On 6 October, a pharmacy industry magazine, the Australian Journal of Pharmacy, published a (now removed) article on nicotine vaping products with a footer stating, “Development of this article was supported by an unrestricted educational grant from Philip Morris International”. The author was the Chief Pharmacist of the Australasian College of Pharmacy, a not-for-profit training organisation owned by the Pharmacy Guild of Australia’s Queensland Branch.

Few, if any, universities or health or medical organisations do not have a policy specifically prohibiting partnerships with tobacco or related industries. The Pharmaceutical Society of Australia has a sponsorship and advertising policy and processes that ensure funding from tobacco companies is not permitted (Mr Mark Kinsela, Chief Executive Officer, Pharmaceutical Society of Australia; personal communication, 7 October 2021). The Pharmacy Guild itself has stated categorically that it “is totally opposed to any tobacco company being involved in the training of pharmacists”.

It is baffling why anyone in a pharmacy training organisation would think it acceptable to take funding from a tobacco company for any purpose.

Indeed, the owner of the Australian Journal of Pharmacy responded promptly to a request for more information to state they had already taken steps to ensure such an article would not be published again. The chair of the organisation that owns the journal wrote in an email response that “benefits — either directly or indirectly — from the tobacco industry [are] unacceptable” (Mr P Naismith 7 October 2021).

There have already been consequences for the Australasian College of Pharmacy. The National Asthma Council logo disappeared from the list of Australasian College of Pharmacy partners within 24 hours. And late the following day, a statement on the nicotine vaping products article was posted on the Australasian College of Pharmacy website. It read, in part, “No financial transactions have occurred” (contradicting the original publication) and that the arrangement had been “discontinued … to allay any further concerns about its probity”.

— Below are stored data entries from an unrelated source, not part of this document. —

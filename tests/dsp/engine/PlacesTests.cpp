// Where a string is plucked and listened to, heard from the engine itself and projected onto the poles of its loops.
#include "dsp/engine/Engine.h"
#include "dsp/engine/Release.h"
#include "dsp/string/Places.h"
#include "tests/support/PlainInstruments.h"
#include "tests/support/Response.h"
#include "tests/support/YardstickStrings.h"

#include <catch2/catch.hpp>

#include <algorithm>
#include <cmath>
#include <complex>
#include <cstdio>
#include <cstdlib>
#include <iostream>
#include <numbers>
#include <string>
#include <vector>

using namespace hitchpin;
using engine::Engine;

namespace {

constexpr double rate = 48000.0;
/// The goals, up to the twentieth partial that the loop covers.
constexpr double levelGoalDb = 0.5, nullGoalDb = -60.0;
constexpr double leastLevel = 0.1;
constexpr int countedPartials = 20;
/// Between the engine and the same filters evaluated at the poles: what the window lets in from other partials.
constexpr double agreementDb = 0.002;

bool whole() { return std::getenv("HITCHPIN_LONG_TESTS") != nullptr; }

design::InstrumentDescription described(const yardstick::YardstickString& string, double pluckRatio,
                                        double listeningRatio = 0.0) {
    string::Strung strung;
    strung.description.speakingLength = 1.0;
    strung.description.ends = string.ends;
    strung.partials = string.partials();
    strung.statics.impedance = 0.7;
    design::InstrumentDescription instrument;
    instrument.boards.resize(1);
    instrument.bridges.resize(1);
    design::CourseDescription course;
    course.strings = {strung};
    course.pluckRatio = pluckRatio;
    course.listeningRatio = listeningRatio;
    instrument.courses = {course};
    return instrument;
}

std::shared_ptr<const design::InstrumentDesign> designed(const design::InstrumentDescription& instrument) {
    auto made = design::makeInstrument(instrument, {rate, design::Quality::live});
    REQUIRE(made);
    return *std::move(made);
}

std::vector<double> render(Engine& engine, double seconds) {
    std::vector<double> sound(static_cast<std::size_t>(seconds * rate));
    engine.process(sound.data(), nullptr, static_cast<int>(sound.size()));
    return sound;
}

/// Amplitude that e^(p·t) has in the sound at sample `origin`: its decay undone, turned to rest and weighted by
/// Blackman and Harris's window (1978), whose side lobes lie 92 dB down; partials lie at least eight of its bins apart.
double amplitudeOf(const std::vector<double>& sound, std::complex<double> p, std::size_t from, double origin) {
    const std::size_t count = sound.size() - from;
    std::complex<double> sum;
    double weights = 0.0;
    for (std::size_t i = 0; i < count; ++i) {
        const double turn = 2.0 * std::numbers::pi * (static_cast<double>(i) + 0.5) / static_cast<double>(count);
        const double weight =
            0.35875 - 0.48829 * std::cos(turn) + 0.14128 * std::cos(2.0 * turn) - 0.01168 * std::cos(3.0 * turn);
        sum += weight * sound[from + i] * std::exp(-p * (static_cast<double>(from + i) - origin));
        weights += weight;
    }
    return 2.0 * std::abs(sum) / weights;
}

struct Heard {
    double levelDb = 0.0, nullDb = -300.0, agreementDb = 0.0;
};

/// Plucked with 1 N at a point and heard at the bridge or at a place, against the closed forms and against the same
/// filters evaluated at the poles.
Heard hear(const yardstick::YardstickString& string, double pluckRatio, double listeningRatio) {
    const auto design = designed(described(string, pluckRatio, listeningRatio));
    const auto& speaking = design->strings[0].stops[0];
    const auto& loop = speaking.loop;
    const string::Partials partials = string.partials();
    Engine engine(design);
    engine.pluck(0, {1.0, pluckRatio, 0.0, std::numbers::pi / 2.0});
    const double period = rate / partials.frequency(1.0);
    const auto from = static_cast<std::size_t>(engine::periodsToFade * period) + 1000;
    const auto sound = render(engine, std::max(0.06, 16.0 * period / rate) + static_cast<double>(from) / rate);

    const auto lateBy = [](const design::PlaceDesign& place) { return std::max(0, -place.delay); };
    const auto comb = [&](const design::PlaceDesign& place, support::LongComplex z) {
        const auto side = place.ratio <= 0.5 ? string::Side::bridge : string::Side::nut;
        const auto sign = static_cast<support::Long>(string::turnAt(string::endOf(string.ends, side)));
        return static_cast<double>(std::abs(support::levelOf(place, z) *
                                            (support::Long(1) + sign * support::sideOf(place, z))));
    };
    Heard worst;
    for (int n = 1; n <= std::min(countedPartials, loop.accuracy.coveragePartial); ++n) {
        const auto pole = support::poleNear(loop, partials.frequency(n), partials.decayRate(n));
        const std::complex<double> p(static_cast<double>(pole.p.real()), static_cast<double>(pole.p.imag()));
        const support::LongComplex z = std::exp(pole.p);
        std::complex<double> sent;
        for (int t = 0; t < static_cast<int>(from); ++t)
            sent += engine::letGo(t - engine::edgeReach, 0.0, period) *
                    std::exp(-p * (t - engine::edgeReach));
        double evaluated = 2.0 * comb(speaking.plucked, z) * std::abs(sent) / static_cast<double>(std::abs(pole.delay));
        // What waits for S is late by as much.
        evaluated *= std::exp(-p.real() * lateBy(speaking.plucked));
        const double v = string.ends.oneFree() ? n - 0.5 : n;
        double wave = std::sin(v * std::numbers::pi * pluckRatio), unmissed = 2.0 / (v * std::numbers::pi);
        if (speaking.listening) {
            evaluated *= 0.5 * comb(*speaking.listening, z);
            evaluated *= std::exp(-p.real() * lateBy(*speaking.listening));
            wave *= std::sin(v * std::numbers::pi * listeningRatio);
            unmissed /= std::sqrt(1.0 + partials.inharmonicity() * v * v);
        }
        const double amplitude = amplitudeOf(sound, p, from, engine::edgeReach);
        if (std::abs(wave) >= leastLevel) {
            worst.levelDb = std::max(worst.levelDb, std::abs(20.0 * std::log10(amplitude / unmissed / std::abs(wave))));
            worst.agreementDb = std::max(worst.agreementDb, std::abs(20.0 * std::log10(amplitude / evaluated)));
        } else if (std::abs(wave) < 1e-9) {
            worst.nullDb = std::max(worst.nullDb, 20.0 * std::log10(amplitude / unmissed));
        }
    }
    return worst;
}

} // namespace

// Turned red by: 1 + S at a rigid end, the level left out, what should wait for S not waiting, Thiran's section left out
// of a side, a wave that does not turn over at the nut on its way back to a listening point.
TEST_CASE("What sounds has the levels and the missing partials of its places", "[engine]") {
    struct Case {
        const char* string;
        double plucked, heard;
    };
    std::vector<Case> cases{{"piano A0", 0.1, 0.0},         {"piano A2", 1.0 / 7.0, 0.0},   {"piano A4", 0.2, 0.0},
                            {"piano C6", 0.05, 0.0},        {"piano C8", 1.0 / 3.0, 0.0},   {"steel E4 plain", 0.13, 0.0},
                            {"steel E4 plain", 0.8, 0.0},   {"steel E2 wound", 0.5, 0.0},   {"nylon C3", 1.0 / 3.0, 0.0},
                            {"brass C3, nut free", 0.2, 0.0}, {"piano A2", 0.11, 0.25},     {"piano C8", 0.13, 0.03},
                            {"steel E4 plain", 0.13, 0.9},  {"brass C3, nut free", 0.13, 0.6}};
    // All but the bar-like string: the window that tells partials apart is made for nearly whole multiples, and lets the
    // others of a bar in. Its places are judged at the poles (PlaceTests).
    if (whole())
        for (const auto& string : yardstick::strings())
            for (const double ratio : {0.03, 0.05, 0.1, 0.13, 1.0 / 7.0, 0.2, 0.25, 1.0 / 3.0, 0.4, 0.5}) {
                if (string.inharmonicity > 0.01)
                    continue;
                cases.push_back({string.name, ratio, 0.0});
                cases.push_back({string.name, 0.23, ratio});
            }
    const auto strings = yardstick::strings();
    Heard all;
    std::printf("plucked and heard through the engine        level dB  missing dB  from its filters dB\n");
    for (const Case& one : cases) {
        const auto& string =
            *std::find_if(strings.begin(), strings.end(), [&](const auto& s) { return std::string(s.name) == one.string; });
        const Heard heard = hear(string, one.plucked, one.heard);
        INFO(one.string << " plucked at " << one.plucked << ", heard at " << one.heard);
        CHECK(heard.levelDb <= levelGoalDb);
        CHECK(heard.nullDb <= nullGoalDb);
        CHECK(heard.agreementDb <= agreementDb);
        std::printf("  %-20s at %.3f, heard at %.2f  %8.3f %11.1f %10.4f\n", one.string, one.plucked, one.heard,
                    heard.levelDb, heard.nullDb, heard.agreementDb);
        all.levelDb = std::max(all.levelDb, heard.levelDb);
        all.nullDb = std::max(all.nullDb, heard.nullDb);
        all.agreementDb = std::max(all.agreementDb, heard.agreementDb);
    }
    std::printf("  worst (goals %.1f, %.0f, %.3f) %27.3f %11.1f %10.4f\n", levelGoalDb, nullGoalDb, agreementDb, all.levelDb,
                all.nullDb, all.agreementDb);
}

TEST_CASE("On a stiff string plucks add, whatever their points", "[engine]") {
    const auto strings = yardstick::strings();
    const auto design = designed(described(strings[2], 0.2));
    const auto sound = [&](const std::vector<double>& ratios) {
        Engine engine(design);
        std::vector<double> all;
        for (const double ratio : ratios) {
            if (ratio > 0.0)
                engine.pluck(0, {1.0, ratio, 0.003, std::numbers::pi / 2.0});
            const auto part = render(engine, 0.013);
            all.insert(all.end(), part.begin(), part.end());
        }
        return all;
    };
    const auto both = sound({0.2, 0.7, 0.0, 0.0, 0.0}), one = sound({0.2, 0.0, 0.0, 0.0, 0.0}),
               other = sound({0.0, 0.7, 0.0, 0.0, 0.0});
    double worst = 0.0, peak = 0.0;
    for (std::size_t i = 0; i < both.size(); ++i) {
        worst = std::max(worst, std::abs(both[i] - one[i] - other[i]));
        peak = std::max(peak, std::abs(both[i]));
    }
    CHECK(peak > 0.5);
    CHECK(worst < 1e-12);
}

// The designed side with more or less delay: how far that carries, as a measurement; without stiffness it is exact
// (PluckTests). Turned red by: the other end's sign beyond the middle, or a delay that is not moved.
TEST_CASE("Plucked elsewhere than designed a string still has the levels of where it was plucked", "[engine]") {
    constexpr double elsewhereDb = 1.0; // a gauge of how much the near-exact form may miss, a first partial in ten
    for (const char* name : {"steel E4 plain", "nylon C6", "brass C3"}) {
        const auto strings = yardstick::strings();
        const auto& string =
            *std::find_if(strings.begin(), strings.end(), [&](const auto& s) { return std::string(s.name) == name; });
        const auto design = designed(described(string, 0.2));
        const auto& loop = design->strings[0].stops[0].loop;
        const string::Partials partials = string.partials();
        double worst = 0.0;
        for (const double ratio : {0.13, 0.27, 0.73, 0.87}) {
            Engine engine(design);
            engine.pluck(0, {1.0, ratio, 0.0, std::numbers::pi / 2.0});
            const auto from = static_cast<std::size_t>(engine::periodsToFade * rate / partials.frequency(1.0)) + 1000;
            const auto sound = render(engine, 0.3);
            for (int n = 1; n <= std::min(countedPartials, loop.accuracy.coveragePartial); ++n) {
                const double wave = std::abs(std::sin(n * std::numbers::pi * ratio));
                if (wave < 0.3)
                    continue;
                const auto pole = support::poleNear(loop, partials.frequency(n), partials.decayRate(n));
                const std::complex<double> p(static_cast<double>(pole.p.real()), static_cast<double>(pole.p.imag()));
                const double amplitude = amplitudeOf(sound, p, from, engine::edgeReach);
                worst = std::max(worst, std::abs(20.0 * std::log10(amplitude * n * std::numbers::pi / 2.0 / wave)));
            }
        }
        std::cout << name << ", designed for 0.2 and plucked at 0.13 to 0.87: levels within " << worst << " dB (allowed "
                  << elsewhereDb << ")\n";
        CHECK(worst <= elsewhereDb);
    }
}

// Both ends free: nothing holds the string, and yet a pluck must not send it away.
TEST_CASE("A pluck leaves no drift, whatever the ends", "[engine]") {
    using string::End;
    for (const End nut : {End::hinged, End::free})
        for (const End bridge : {End::hinged, End::free})
            for (const double ratio : {0.13, 0.7}) {
                constexpr int period = 400;
                Engine engine(support::idealInstrument({{period, 0.5, {nut, bridge}}}));
                engine.pluck(0, {1.0, ratio, 0.0, std::numbers::pi / 2.0});
                render(engine, 9.0 * period / rate);
                double mean = 0.0, peak = 0.0;
                for (const double x : render(engine, 2.0 * period / rate)) { // a period where one end is free
                    mean += x / (2.0 * period);
                    peak = std::max(peak, std::abs(x));
                }
                INFO(static_cast<int>(nut) << static_cast<int>(bridge) << " at " << ratio);
                CHECK(peak > 0.1);
                CHECK(std::abs(mean) < 1e-9);
            }
}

There is a broader context.

The World Health Organization Framework Convention on Tobacco Control, ratified by 181 countries, specifically precludes any tobacco industry involvement in health policy. But the global tobacco industry is sparing no effort to reinvent its image, from social media to Formula 1 racing teams, and even to energy and wellness drinks. Further recent efforts by Philip Morris International to infiltrate the health sector have been well documented and criticised, notably in relation to its acquisition of the manufacturer of the Vectura inhaler and speedy subsequent efforts to use this purchase as a platform “to legitimise the tobacco industry’s participation in public health”. This approach complements a long-standing tobacco industry strategy of identifying organisations and individuals susceptible to offers of financial support and using them to influence opinion or health policy and/or legitimise their activities. John Safran’s book disclosing some of Philip Morris International’s tactics to promote vaping (including involvement in successful lobbying for a Senate inquiry into vaping) and subvert public discourse in Australia has found a well deserved place in some best-selling book lists.

Australia is a world leader in reducing smoking among adults and children, and should now be aiming for new, more ambitious targets. However, national mass media campaigns – for which there is overwhelming evidence – have been inexplicably de-funded for the past decade, and there has been an absence of action on other evidence-based recommendations from health authorities. This has created a vacuum into which nicotine vaping and other novel products have been promoted to Australian adolescents, rendered vulnerable to predatory, tobacco-like marketing.

Tobacco companies globally have a large and growing stake in companies that produce nicotine vaping products, and we can expect more efforts from them to generate links with reputable health sector organisations. The Australasian College of Pharmacy statement included this telling sentence, “Such arrangements with objective third parties facilitate awareness of the products or services and their additional uses and implications beyond the company’s promotional and compliance messaging.”

That is precisely the point: the “additional uses and implications” are manifestly designed to further the tobacco industry’s escalating efforts to establish itself as a credible source of health information and advice. But this industry still knowingly promotes a product that causes 8 million deaths annually, and now cynically seeks to promote products that encourage youth nicotine addiction and transition to smoking.

Unprofessional conduct, as defined in the National Law, means “professional conduct that is of a lesser standard than that which might reasonably be expected of the health practitioner by the public or the practitioner’s professional peers”. Accepting funding from a tobacco company is surely below the standard which might reasonably be expected.

It has never been more important for health organisations to be aware of, resist and expose the new wave of tobacco industry promotion, and to call out the behaviour of those health and related professionals that knowingly engage with tobacco companies or their front groups for what it is: unprofessional conduct.

Dr Sarah L White is Director of Quit, Cancer Council Victoria.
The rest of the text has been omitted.